[Exercise data Boundary: Start]

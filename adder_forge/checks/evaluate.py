"""Bit-parallel evaluation of the IR: each net is a numpy array of uint64 words, 64 vectors a word.

A plane is dropped as soon as its last reader has run, so a wide network needs memory for its live
frontier only. ``Evaluator`` is the plain form; ``schedule`` + ``Kernel`` compile the same meaning into
ufunc calls on reused buffers, for checks that evaluate one network on millions of blocks (a test holds
the two equal on every scheme).
"""

from __future__ import annotations

from dataclasses import dataclass
from functools import partial

import numpy as np

from ..ir.cells import CELLS, add_width
from ..ir.network import Network

ONES = np.uint64(0xFFFFFFFFFFFFFFFF)


def _add_planes(args: list[np.ndarray]) -> list[np.ndarray]:
    k = add_width(len(args))
    a, b, c = args[:k], args[k : 2 * k], args[2 * k]
    out = []
    for i in range(k):
        t = a[i] ^ b[i]
        out.append(t ^ c)
        c = (a[i] & b[i]) | (t & c)
    out.append(c)
    return out


class Evaluator:
    def __init__(self, net: Network):
        self.net = net
        last = [-1] * len(net.nodes)
        for i, n in enumerate(net.nodes):
            for a in n.args:
                last[a] = i
        keep = {b for p in net.outputs for b in p.bits}
        self._free_after: list[list[int]] = [[] for _ in net.nodes]
        for i, l in enumerate(last):
            if l >= 0 and i not in keep:
                self._free_after[l].append(i)

    def run(self, inputs: dict[str, np.ndarray], state: dict | None = None,
            next_state: dict | None = None) -> dict[str, np.ndarray]:
        """inputs: port name -> (port width, words) planes. Returns output port -> planes.

        A pipelined network is evaluated one clock cycle a call: ``state`` holds each register's output
        (node index -> plane) during the cycle, and ``next_state`` receives the value each register takes at
        the cycle's clock edge, before enable and reset (clocked.py applies those)."""
        net = self.net
        words = next(iter(inputs.values())).shape[1]
        val: dict[int, np.ndarray] = {}
        ports = {p.name: p for p in net.inputs}
        bit_of = {}
        for name, p in ports.items():
            for j, node in enumerate(p.bits):
                bit_of[node] = (name, j)
        zeros = np.zeros(words, dtype=np.uint64)
        ones = np.full(words, ONES)
        picks: dict[int, list[np.ndarray]] = {}
        for i, n in enumerate(net.nodes):
            op = n.op
            x = [val[a] for a in n.args]
            if op == "INPUT":
                name, j = bit_of[i]
                r = inputs[name][j]
            elif op == "CONST":
                r = ones if n.param else zeros
            elif op == "ADD":
                picks[i] = _add_planes(x)
                r = zeros
            elif op == "PICK":
                r = picks[n.args[0]][n.param]
            elif CELLS[op].kind == "register":
                r = state[i]
                if next_state is not None:
                    next_state[i] = CELLS[op].evaluate(x[0])
            else:
                r = CELLS[op].evaluate(*x)
            val[i] = r
            for dead in self._free_after[i]:
                val.pop(dead, None)
        return {p.name: np.stack([val[b] for b in p.bits]) if p.bits else np.zeros((0, words), np.uint64)
                for p in net.outputs}


# -- a compiled form for checking millions of vectors --------------------------------------------------------
# The Evaluator above allocates a fresh array for every net on every call; for exhaustive checks of 2^33
# vectors that is millions of calls, so the network is compiled once into ufunc calls on a fixed set of
# buffers ("slots", reused as nets die) and each block of words then costs only those calls.

@dataclass(frozen=True)
class Schedule:
    """Slot assignment for a network: which buffer holds each net, and the steps that compute them.

    steps: (ufunc name, input slots, output slot), in order; slot 0 holds zeros and slot 1 ones, never
    written. A gate's output slot is none of the gate's input slots, so a gate of several steps (AO21,
    MUX2, XNOR2) may build its result in place. Input slots are never reused; output bits' slots are never
    given back, so they hold the results when the last step has run.
    """

    slots: int
    steps: tuple[tuple[str, tuple[int, ...], int], ...]
    inputs: dict  # port name -> tuple of slots, LSB first
    outputs: dict  # port name -> tuple of slots, LSB first


def schedule(net: Network) -> Schedule:
    readers = [0] * len(net.nodes)
    picked: dict[int, set[int]] = {}
    for n in net.nodes:
        for a in n.args:
            readers[a] += 1
        if n.op == "PICK":
            picked.setdefault(n.args[0], set()).add(n.param)
    for p in net.outputs:
        for b in p.bits:
            readers[b] += 1  # an output bit is read at the end: its slot is never given back
    users: dict[int, int] = {}  # slot -> live nets it holds (PICKs of one ADD bit share it)
    free: list[int] = []
    count = 2  # slots 0 and 1 hold the constants

    def take() -> int:
        nonlocal count
        if free:
            return free.pop()
        count += 1
        return count - 1

    def release(slot: int) -> None:
        if slot < 2:
            return
        users[slot] -= 1
        if not users[slot]:
            free.append(slot)

    slot_of: dict[int, int] = {}

    def define(i: int, slot: int) -> None:
        slot_of[i] = slot
        users[slot] = users.get(slot, 0) + 1
        if not readers[i]:
            release(slot)

    inputs = {}
    for p in net.inputs:
        for b in p.bits:
            slot = take()
            users[slot] = 1  # input slots are filled by the caller: never reused
            define(b, slot)
        inputs[p.name] = tuple(slot_of[b] for b in p.bits)
    steps: list[tuple[str, tuple[int, ...], int]] = []
    add_outs: dict[int, list[int]] = {}
    for i, n in enumerate(net.nodes):
        op = n.op
        x = [slot_of[a] for a in n.args]
        if op == "INPUT":
            continue
        if op == "CONST":
            slot_of[i] = 1 if n.param else 0
        elif op == "PICK":
            define(i, add_outs[n.args[0]][n.param])
        elif op == "ADD":
            k = add_width(len(x))
            outs = [take() for _ in range(k + 1)]
            t, u = take(), take()
            c = x[2 * k]
            for j in range(k):  # ripple full adders: what the cell means
                a, b = x[j], x[k + j]
                steps += [("xor", (a, b), t), ("xor", (t, c), outs[j]), ("and", (a, b), u), ("and", (t, c), t),
                          ("or", (u, t), outs[k])]
                c = outs[k]
            if k == 0:
                steps.append(("or", (c, 0), outs[0]))
            free += [t, u]
            for j, o in enumerate(outs):
                users[o] = 0
                if j not in picked.get(i, ()):
                    free.append(o)
            add_outs[i] = outs
            slot_of[i] = 0  # read by its PICKs only, which take the bits' slots
        else:
            o = take()  # every slot on the free list holds a dead net, so o is none of x
            for f, pins in CELLS[op].steps:  # each step reads the cell's inputs or its own output slot
                steps.append((f, tuple(o if k < 0 else x[k] for k in pins), o))
            define(i, o)
        for a in n.args:
            if net.nodes[a].op == "ADD":
                continue
            readers[a] -= 1
            if not readers[a]:
                release(slot_of[a])
    outputs = {p.name: tuple(slot_of[b] for b in p.bits) for p in net.outputs}
    return Schedule(count, tuple(steps), inputs, outputs)


_UFUNCS = {"and": np.bitwise_and, "or": np.bitwise_or, "xor": np.bitwise_xor, "not": np.invert}


class Kernel:
    """One thread's buffers for a schedule: fill ``input(name)`` planes, call ``run()``, read ``output``.

    Every call works on the same ``words`` columns; nothing is allocated per call.
    """

    def __init__(self, sched: Schedule, words: int):
        self.sched = sched
        self.words = words
        self.buf = np.zeros((sched.slots, words), dtype=np.uint64)
        self.buf[1] = ONES
        rows = list(self.buf)
        self._calls = [partial(_UFUNCS[f], *(rows[s] for s in ins), out=rows[o]) for f, ins, o in sched.steps]

    def input(self, name: str) -> list[np.ndarray]:
        return [self.buf[s] for s in self.sched.inputs[name]]

    def output(self, name: str) -> list[np.ndarray]:
        return [self.buf[s] for s in self.sched.outputs[name]]

    def run(self) -> None:
        for call in self._calls:
            call()
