//! Quality marks on a logger series, found while it streams past: suction beyond the
//! tensiometer's working range, a stuck sensor, a spike, and a sign that breaks a sensor's
//! convention.
//!
//! Marks are suggestions for the review queue; the records themselves are always kept. A
//! [`SensorChecker`] sees one sensor's records in time order and holds only what the checks
//! need (the current run of equal values within the stuck span, the few records of an open
//! excursion), so memory does not grow with the length of the series.

use crate::model::domain::SensorKind;
use crate::model::number::significant;
use crate::model::units::{CM_PER_KPA, SuctionUnit};

use super::time::{span_text, utc_string};

/// Suction beyond which a tensiometer is marked, kPa: water in the cup cavitates somewhere
/// between 80 and 90 kPa (common practice).
pub const DEFAULT_TENSIOMETER_LIMIT_KPA: f64 = 85.0;
/// A sensor repeating the same value this long is marked stuck, seconds (6 h).
pub const DEFAULT_STUCK_SPAN_S: i64 = 6 * 3600;
/// A tensiometer jump of at least this much that comes back is a spike, kPa.
pub const DEFAULT_SPIKE_KPA: f64 = 10.0;
/// A water-content jump of at least this much that comes back is a spike, m3/m3.
pub const DEFAULT_SPIKE_THETA: f64 = 0.05;
/// A spike comes back within this many records; a longer excursion is a real change.
pub const DEFAULT_SPIKE_RECORDS: usize = 3;
/// A stuck run needs at least this many records as well as the span.
pub const STUCK_MIN_RECORDS: usize = 3;

/// How the reason of a stuck mark begins.
pub const STUCK_PREFIX: &str = "stuck sensor";
/// How the reason of a spike mark begins.
pub const SPIKE_PREFIX: &str = "spike";

/// Which check raised a mark.
#[derive(Debug, Clone, Copy, PartialEq, Eq, Hash, PartialOrd, Ord)]
pub enum MarkKind {
    /// Tensiometer suction above its working range.
    BeyondRange,
    /// The same value for longer than the stuck span.
    Stuck,
    /// A jump that comes back within a few records.
    Spike,
    /// A tensiometer value whose sign is the opposite of the sensor's other values.
    SignFlip,
}

impl MarkKind {
    /// Every kind, in the order summaries list them.
    pub const ALL: [MarkKind; 4] = [
        MarkKind::BeyondRange,
        MarkKind::Stuck,
        MarkKind::Spike,
        MarkKind::SignFlip,
    ];

    /// A short label for summaries.
    pub fn label(self) -> &'static str {
        match self {
            MarkKind::BeyondRange => "beyond working range",
            MarkKind::Stuck => "stuck",
            MarkKind::Spike => "spike",
            MarkKind::SignFlip => "sign",
        }
    }

    /// Position in [`MarkKind::ALL`].
    pub fn index(self) -> usize {
        self as usize
    }
}

/// A suggested quality mark on one record.
#[derive(Debug, Clone, PartialEq)]
pub struct Mark {
    /// The check that raised it.
    pub kind: MarkKind,
    /// Why, with the values (stored as the flag's reason).
    pub reason: String,
    /// How far past the check's threshold (1 = at it; larger is worse).
    pub score: f64,
}

/// Thresholds of the checks; `None` turns a check off.
#[derive(Debug, Clone, Copy, PartialEq)]
pub struct QualitySettings {
    /// Tensiometer working range, suction head in cm.
    pub tensiometer_limit_cm: Option<f64>,
    /// Stuck span, seconds.
    pub stuck_span_s: Option<i64>,
    /// Spike jump for tensiometers, cm of suction head.
    pub spike_suction_cm: Option<f64>,
    /// Spike jump for water-content sensors, m3/m3.
    pub spike_theta: Option<f64>,
    /// Records within which a spike comes back.
    pub spike_records: usize,
}

impl Default for QualitySettings {
    fn default() -> Self {
        Self {
            tensiometer_limit_cm: Some(DEFAULT_TENSIOMETER_LIMIT_KPA * CM_PER_KPA),
            stuck_span_s: Some(DEFAULT_STUCK_SPAN_S),
            spike_suction_cm: Some(DEFAULT_SPIKE_KPA * CM_PER_KPA),
            spike_theta: Some(DEFAULT_SPIKE_THETA),
            spike_records: DEFAULT_SPIKE_RECORDS,
        }
    }
}

/// One `--spike` value: a jump for tensiometers, one for water-content sensors, or off.
#[derive(Debug, Clone, Copy, PartialEq)]
pub enum SpikeJump {
    /// Tensiometer jump, cm of suction head.
    Suction(f64),
    /// Water-content jump, m3/m3.
    Theta(f64),
    /// No spike check.
    Off,
}

/// Parse a spike jump: a suction with its unit (`10kpa`, `100cm`, `0.1bar`), a water content
/// (`0.05`, `0.05m3/m3`, `5%`), or `off`.
///
/// # Errors
/// A message naming the text and the accepted forms.
pub fn parse_spike(text: &str) -> Result<SpikeJump, String> {
    let t = text.trim();
    if t.eq_ignore_ascii_case("off") {
        return Ok(SpikeJump::Off);
    }
    let bad = || {
        format!(
            "found {t:?}, expected a jump such as 10kpa or 100cm (tensiometers), 0.05 or 5% \
             (water content), or off"
        )
    };
    let split = t
        .find(|c: char| !(c.is_ascii_digit() || c == '.'))
        .unwrap_or(t.len());
    let (number, unit) = t.split_at(split);
    let v: f64 = number.parse().map_err(|_| bad())?;
    if !(v.is_finite() && v > 0.0) {
        return Err(bad());
    }
    let unit = unit.trim().to_ascii_lowercase();
    Ok(match unit.as_str() {
        "" | "m3/m3" | "fraction" => {
            if v >= 1.0 {
                return Err(bad());
            }
            SpikeJump::Theta(v)
        }
        "%" | "percent" => SpikeJump::Theta(v / 100.0),
        other => match other.parse::<SuctionUnit>() {
            Ok(u) if u != SuctionUnit::Pf => SpikeJump::Suction(u.to_cm(v)),
            _ => return Err(bad()),
        },
    })
}
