#[test]
fn flagging_asks_for_a_reason_and_clearing_for_a_note() {
    let mut state = on_first_sample();
    update(&mut state, Action::ToggleFlag);
    assert_eq!(
        state.input,
        Input::Reason {
            target: FlagTarget::Reading(10),
            flag: true,
            text: String::new()
        }
    );
    assert!(
        update(&mut state, Action::Submit).is_empty(),
        "no reason yet"
    );
    assert_eq!(state.status.tone, Tone::Warning);
    for c in "plate  leak".chars() {
        update(&mut state, Action::Char(c));
    }
    update(&mut state, Action::Backspace);
    update(&mut state, Action::Char('k'));
    assert_eq!(
        update(&mut state, Action::Submit),
        vec![Effect::SetFlag {
            target: FlagTarget::Reading(10),
            reason: "plate  leak".into()
        }]
    );
    // The excluded reading (the third) is cleared instead, the note optional.
    state.reading = 2;
    update(&mut state, Action::ToggleFlag);
    assert_eq!(
        update(&mut state, Action::Submit),
        vec![Effect::ClearFlag {
            target: FlagTarget::Reading(12),
            note: String::new()
        }]
    );
    // A saved flag reloads what shows it.
    let effects = update(&mut state, Action::FlagChanged(Ok("flagged".into())));
    assert_eq!(effects, vec![Effect::LoadTree, Effect::LoadSample(1)]);
    // Typing q in the prompt is text, Esc abandons.
    update(&mut state, Action::ToggleFlag);
    update(&mut state, Action::Quit);
    assert!(!state.quit);
    update(&mut state, Action::Cancel);
    assert_eq!(state.input, Input::None);
    // No flag changes while a fit runs.
    update(&mut state, Action::RefitSample);
    update(&mut state, Action::ToggleFlag);
    assert_eq!(state.input, Input::None);
}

[Exercise data Boundary: End]

| Action item |
When a line contains the string "past", copy it from the records.

| Answer area |
//! Quality marks on a logger series, found while it streams past: suction beyond the
    /// How far past the check's threshold (1 = at it; larger is worse).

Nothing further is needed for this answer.